El Conde Drácula me dio indicaciones para dirigirme al Hotel Golden Krone, el cual, para mi mayor placer, era bastante antiguo, pues, desde luego, yo quería tener todo el contacto posible con las costumbres del país.

Claramente ya me esperaban en el hotel, pues, cuando me acerqué a la puerta, me encontré con una mujer de rostro alegre, ya entrada en años, que portaba la vestimenta usual de los campesinos: enaguas blancas con un largo delantal doble, por delante y por detrás, de tela colorida, y tan ajustado que apenas podía considerarse modesto. Cuando me acerqué, la mujer se inclinó y dijo:

—¿Es usted el Herr inglés?

—Sí —le respondí—. Soy Jonathan Harker.

La mujer sonrió, y le dijo algo a un hombre anciano que llevaba arremangadas las mangas de su camisa, y que la había seguido hasta la puerta.
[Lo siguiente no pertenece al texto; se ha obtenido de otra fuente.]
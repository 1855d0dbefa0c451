package envelope

import (
	"testing"

	"github.com/trussfleet/trussfleet/internal/proptest"
	"pgregory.net/rapid"
)

// TestResumedSweepsEqualFullSweeps: sweeps of a variable consist that resume where the
// previous count left off give exactly (bit for bit, placements included) what sweeping
// every count from the beginning gives. Reference: the full sweep of each count, an
// independent run of the same event sweep with no state carried between counts.
func TestResumedSweepsEqualFullSweeps(t *testing.T) {
	proptest.Check(t, func(t *rapid.T) {
		x, ord := genLines(t)
		tr := genTrain(t)
		l, ld := prepared(t, x, ord, tr)
		var resumed, full Calculator
		got, err := resumed.Envelope(l, ld, Options{}, nil)
		if err != nil {
			t.Fatal(err)
		}
		want, err := full.envelope(l, ld, Options{}, nil, plainSweeps{fullSweeps: true})
		if err != nil {
			t.Fatal(err)
		}
		for i := range want {
			if got[i] != want[i] {
				t.Fatalf("member %d: resumed sweeps give %+v, full sweeps %+v", i, got[i], want[i])
			}
		}
	})
}
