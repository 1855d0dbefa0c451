package envelope

import (
	"fmt"
	"math"

	"github.com/trussfleet/trussfleet/screening/traffic"
)

// Load is a train prepared for sweeping: its axles and the ends of its distributed parts as
// offsets behind its front, grouped so that a variable consist can be cut at any count.
// Prepare it once per train and use it for any number of trusses; it is read-only and safe
// for concurrent use.
type Load struct {
	name    string
	train   *traffic.Train
	uniform *traffic.Uniform

	// fixed holds the axles of every group but the last, and the part ends (unit 0); unit the
	// axles of one vehicle of the last group, measured from that vehicle's front.
	fixed   []item
	unit    []item
	unitLen float64
	r0      float64 // offset of the last group's first vehicle
	nMin    int
	nMax    int
	// periodic: no distributed parts, so a long run of identical last vehicles looks the same
	// from the bridge after a shift by one vehicle length (see counts).
	periodic bool
	hasUnfav bool
	hasCut   bool
	cutFrom  float64
	// initial value of each part reaching indefinitely ahead (it covers the whole bridge while
	// the train approaches), by which area it multiplies.
	ahead []aheadPart
}

type aheadPart struct {
	q    float64
	mode traffic.PartMode
}

type itemKind uint8

const (
	axle     itemKind = iota // a point load w (kN)
	wholeEnd                 // an end of a part applied whole: +q at its front end, -q at its rear
	unfavEnd                 // an end of a part applied where unfavourable
	cutFront                 // the start of a part cut at the unfavourable length
)

type item struct {
	d    float64 // distance behind the train's front, m
	w    float64
	kind itemKind
	unit int32 // which vehicle of the last group carries it (1-based); 0: always present
}

// Prepare checks a train and prepares it for sweeping.
func Prepare(t *traffic.Train) (*Load, error) {
	if err := t.Validate(); err != nil {
		return nil, fmt.Errorf("train %q: %w", t.Name, err)
	}
	ld := &Load{name: t.Name, train: t}
	if t.Uniform != nil {
		u := *t.Uniform
		ld.uniform = &u
		return ld, nil
	}
	if n := len(t.Consist); n > 0 {
		last := t.Consist[n-1]
		ld.r0 = t.FixedLengthM()
		ld.nMin, ld.nMax = last.Min, last.Max
		ld.unitLen = last.Vehicle.LengthM
		for _, a := range t.Axles(0) {
			ld.fixed = append(ld.fixed, item{d: a.AtM, w: a.LoadKN, kind: axle})
		}
		for _, a := range last.Vehicle.Axles {
			ld.unit = append(ld.unit, item{d: a.AtM, w: a.LoadKN, kind: axle})
		}
	}
	ld.periodic = len(t.Parts) == 0
	for _, p := range t.Parts {
		switch p.Mode {
		case traffic.Whole, traffic.WhereUnfavourable:
			kind := wholeEnd
			if p.Mode == traffic.WhereUnfavourable {
				kind = unfavEnd
				ld.hasUnfav = true
			}
			if math.IsInf(p.FromM, -1) {
				ld.ahead = append(ld.ahead, aheadPart{q: p.QKNPerM, mode: p.Mode})
			} else {
				ld.fixed = append(ld.fixed, item{d: p.FromM, w: p.QKNPerM, kind: kind})
			}
			if !math.IsInf(p.ToM, 1) {
				ld.fixed = append(ld.fixed, item{d: p.ToM, w: -p.QKNPerM, kind: kind})
			}
		case traffic.CutUnfavourable:
			ld.hasCut = true
			ld.cutFrom = p.FromM
			ld.fixed = append(ld.fixed, item{d: p.FromM, w: p.QKNPerM, kind: cutFront})
		}
	}
	return ld, nil
}

// Name is the train's name.
func (ld *Load) Name() string { return ld.name }

// Train is the train the load was prepared from.
func (ld *Load) Train() *traffic.Train { return ld.train }

// count is one sweep of a variable consist: the train with sweep vehicles in its last group
// stands for the train with report vehicles (report >= sweep); placements whose bridge
// window reaches the last swept vehicle move back by (report - sweep) vehicle lengths.
type count struct{ sweep, report int }

// counts lists the sweeps that cover every count from nMin to nMax on a span of spanM.
//
// Only vehicles on the bridge matter. With no distributed parts, a window of the span's
// length that sees the train's fixed front part cannot see beyond the first k = ceil(span /
// vehicle length) + 1 vehicles of the last group, a window that sees the train's tail sees
// none of its fixed part once the group has k + 1 vehicles, and windows over the group alone
// repeat with the vehicle length. So any count of at least k + 1 = cMax shows the bridge the
// same loadings as cMax itself, shifted along the train, and the sweeps are the counts below
// cMax plus one at cMax standing for the rest.
func (ld *Load) counts(spanM float64) []count {
	if len(ld.unit) == 0 {
		return []count{{ld.nMin, ld.nMin}}
	}
	if !ld.periodic {
		out := make([]count, 0, ld.nMax-ld.nMin+1)
		for n := ld.nMin; n <= ld.nMax; n++ {
			out = append(out, count{n, n})
		}
		return out
	}
	cMax := int(math.Ceil(spanM/ld.unitLen)) + 2
	var out []count
	for n := ld.nMin; n <= min(ld.nMax, cMax-1); n++ {
		out = append(out, count{n, n})
	}
	if ld.nMax >= cMax {
		out = append(out, count{cMax, max(ld.nMin, cMax)})
	}
	return out
}

// items lays out the train with n vehicles in its last group: fixed items, then the axles of
// vehicles 1..n tagged with their vehicle number.
func (ld *Load) items(n int, dst []item) []item {
	dst = append(dst[:0], ld.fixed...)
	for v := 1; v <= n; v++ {
		front := ld.r0 + float64(v-1)*ld.unitLen
		for _, it := range ld.unit {
			it.d += front
			it.unit = int32(v)
			dst = append(dst, it)
		}
	}
	return dst
}

// lengthM is the train's length over buffers with n vehicles in its last group.
func (ld *Load) lengthM(n int) float64 {
	if len(ld.unit) == 0 {
		return ld.r0
	}
	return ld.r0 + float64(n)*ld.unitLen
}
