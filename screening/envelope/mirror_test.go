package envelope

import (
	"math"
	"testing"

	"github.com/trussfleet/trussfleet/screening/analysis"
	"github.com/trussfleet/trussfleet/screening/truss"
	"pgregory.net/rapid"
)

// genSymmetric draws the influence lines of a truss that is its own mirror image: panel
// points symmetric about mid-span, and with each drawn line also its mirror image (as a
// symmetric truss's mirror members have), perturbed by rounding-sized noise as computed lines
// are; some lines are symmetric themselves (a member at mid-span).
func genSymmetric(t *rapid.T) (x []float64, ord [][]float64) {
	half := rapid.IntRange(1, 4).Draw(t, "half panels")
	odd := rapid.Bool().Draw(t, "odd panels")
	var dx []float64
	for range half {
		dx = append(dx, rapid.Float64Range(0.5, 8).Draw(t, "dx"))
	}
	steps := append([]float64{}, dx...)
	if odd {
		steps = append(steps, rapid.Float64Range(0.5, 8).Draw(t, "middle dx"))
	}
	for k := len(dx) - 1; k >= 0; k-- {
		steps = append(steps, dx[k])
	}
	x = []float64{rapid.Float64Range(-5, 5).Draw(t, "x0")}
	for _, d := range steps {
		x = append(x, x[len(x)-1]+d)
	}
	n := len(x)
	jumps := rapid.Bool().Draw(t, "jumps")
	noise := func() float64 { return rapid.Float64Range(-1e-14, 1e-14).Draw(t, "noise") }
	for range rapid.IntRange(1, 3).Draw(t, "pairs") {
		o := make([]float64, n)
		for k := range o {
			if (k == 0 || k == n-1) && !jumps {
				continue
			}
			o[k] = rapid.Float64Range(-2, 2).Draw(t, "eta")
		}
		mo := make([]float64, n)
		for k := range o {
			mo[k] = o[n-1-k] * (1 + noise())
		}
		if rapid.Bool().Draw(t, "self-symmetric") {
			so := make([]float64, n)
			for k := range o {
				so[k] = (o[k] + o[n-1-k]) / 2
			}
			ord = append(ord, so)
			continue
		}
		ord = append(ord, o, mo)
	}
	return x, ord
}

// TestMirroredSweepsEqualBothSweeps: over a truss that is its own mirror image, the
// right-to-left extremes taken from the mirror members' left-to-right sweeps equal sweeping
// right to left (to 1e-9 of the force scale, the mirror tolerance), and their placements
// reproduce them. References: the same event sweep run in both directions (bothSweeps), and
// the force at the reported placement summed independently (responseRef); the brute force
// over both directions and every count bounds them from above.
func TestMirroredSweepsEqualBothSweeps(t *testing.T) {
	rapid.Check(t, func(t *rapid.T) {
		x, ord := genSymmetric(t)
		tr := genTrain(t)
		if tr.Uniform != nil {
			t.Skip("a uniform load is placed by interval, not swept by direction")
		}
		if err := tr.Validate(); err != nil {
			t.Skip(err)
		}
		l, err := NewLines(x, ord)
		if err != nil {
			t.Fatal(err)
		}
		if l.mirror == nil {
			t.Fatalf("symmetric lines %v on %v: no mirror found", ord, x)
		}
		ld, err := Prepare(tr)
		if err != nil {
			t.Fatal(err)
		}
		var mirrored Calculator
		both := Calculator{bothSweeps: true}
		got := mirrored.Envelope(l, ld, Options{}, nil)
		want := both.Envelope(l, ld, Options{}, nil)
		for i, eta := range ord {
			scale := 1.0
			for _, e := range eta {
				scale = max(scale, math.Abs(e))
			}
			scale *= loadScale(tr, x[len(x)-1]-x[0])
			for _, c := range []struct {
				sense     float64
				got, want Extreme
			}{{1, got[i].Max, want[i].Max}, {-1, got[i].Min, want[i].Min}} {
				if math.Abs(c.got.Value-c.want.Value) > 1e-9*scale {
					t.Fatalf("member %d sense %v: mirrored %v, both directions swept %v", i, c.sense, c.got.Value, c.want.Value)
				}
				if brute := bruteTrain(x, eta, tr, c.sense); c.sense*(brute-c.got.Value) > 1e-9*scale {
					t.Fatalf("member %d sense %v: brute force %v beats mirrored %v", i, c.sense, brute, c.got.Value)
				}
				p := c.got.Placement
				if !p.Loaded {
					continue
				}
				r := responseRef(x, eta, tr, placedRef{p.Direction, p.HeadM, p.Count, p.TrailingM}, c.sense)
				if math.Abs(r-c.got.Value) > 1e-7*scale {
					t.Fatalf("member %d sense %v: placement %+v gives %v, reported %v", i, c.sense, p, r, c.got.Value)
				}
			}
		}
	})
}

// TestMirrorFound: mirrorOf pairs a symmetric truss's members and refuses a truss that is
// not symmetric (common practice: a truss symmetric about mid-span has mirror members whose
// influence lines are each other's mirror images).
func TestMirrorFound(t *testing.T) {
	x := []float64{0, 4, 8, 12}
	a := []float64{0, 0.75, 0.5, 0}  // a left diagonal's shape
	b := []float64{0, 0.5, 0.75, 0}  // its mirror
	c := []float64{0, -0.5, -0.5, 0} // symmetric in itself
	z := []float64{0, 0, 0, 0}       // a zero-force member
	l, err := NewLines(x, [][]float64{a, c, b, z})
	if err != nil {
		t.Fatal(err)
	}
	want := []int32{2, 1, 0, 3}
	for i, j := range want {
		if l.mirror == nil || l.mirror[i] != j {
			t.Fatalf("mirror = %v, want %v", l.mirror, want)
		}
	}
	for _, tc := range []struct {
		name string
		x    []float64
		ord  [][]float64
	}{
		{"unmatched line", x, [][]float64{a, c}},
		{"unequal panels", []float64{0, 4, 8, 13}, [][]float64{a, b}},
		{"mirror beyond the tolerance", x, [][]float64{a, {0, 0.5, 0.75 + 1e-6, 0}}},
	} {
		l, err := NewLines(tc.x, tc.ord)
		if err != nil {
			t.Fatal(err)
		}
		if l.mirror != nil {
			t.Errorf("%s: mirror %v, want none", tc.name, l.mirror)
		}
	}
}

// TestParametricTrussesAreMirrored: every parametric truss type is symmetric about
// mid-span (common practice for simply supported truss spans), so its computed lines find
// their mirror and one direction's sweep serves both.
func TestParametricTrussesAreMirrored(t *testing.T) {
	for _, p := range []truss.Params{
		{Type: "pratt", SpanM: 60, Panels: 12, DepthM: 7.5},
		{Type: "pratt", SpanM: 48.2, Panels: 14, DepthM: 6.1},
		{Type: "pratt", SpanM: 40, Panels: 8, DepthM: 6, Deck: "deck"},
		{Type: "howe", SpanM: 50, Panels: 10, DepthM: 6},
		{Type: "howe", SpanM: 36, Panels: 6, DepthM: 5, EndPosts: "vertical"},
		{Type: "warren", SpanM: 50, Panels: 10, DepthM: 6},
		{Type: "warren", SpanM: 50, Panels: 7, DepthM: 6},
		{Type: "warren-verticals", SpanM: 50, Panels: 8, DepthM: 6},
	} {
		l := builtLines(t, p)
		if l.mirror == nil {
			t.Errorf("%+v: no mirror found", p)
		}
	}
}

// builtLines are the computed influence lines of a parametric truss.
func builtLines(t testing.TB, p truss.Params) *Lines {
	tr, err := truss.Build(p)
	if err != nil {
		t.Fatal(err)
	}
	ls, err := analysis.InfluenceLines(tr, analysis.Options{})
	if err != nil {
		t.Fatal(err)
	}
	var ord [][]float64
	for _, m := range ls.Members {
		ord = append(ord, m.Ordinates)
	}
	l, err := NewLines(ls.X, ord)
	if err != nil {
		t.Fatal(err)
	}
	return l
}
El hombre se marchó, pero regresó inmediatamente con una carta en las manos:

“Amigo mío:

Bienvenido a los Cárpatos. Lo estoy esperando ansiosamente. Duerma bien esta noche. Mañana, a las tres, la diligencia partirá rumbo a Bucovina; hay un lugar reservado para usted. Mi carruaje lo estará esperando en el Desfiladero de Borgo para traerlo a mi casa. Espero que su viaje desde Londres haya sido agradable, y que disfrute su estancia en mi hermoso país.

Su amigo,

Drácula”

4 de mayo.

Supe que mi posadero había recibido una carta del Conde, para pedirle que se asegurara de reservar para mí el mejor lugar del carruaje; pero al preguntarle acerca de los detalles se mostró un poco reticente, y fingió que no podía entender mi alemán.

Esto no podía ser cierto, porque hasta antes de ese momento lo había entendido perfectamente; o al menos respondía a mis preguntas como si así fuera.

Él y su esposa, la mujer mayor que me había recibido, se miraron mutuamente con temor. El hombre dijo entre dientes que le habían enviado el dinero en una carta, y que eso era todo lo que sabía. Cuando le pregunté si conocía al Conde Drácula, y si podía decirme algo sobre su castillo, ambos se santiguaron y, asegurándome que no sabían nada en absoluto, simplemente se negaron a decir más. Como la hora de partir se acercaba, no tuve tiempo para preguntar otras personas, pero todo era muy misterioso y nada tranquilizador.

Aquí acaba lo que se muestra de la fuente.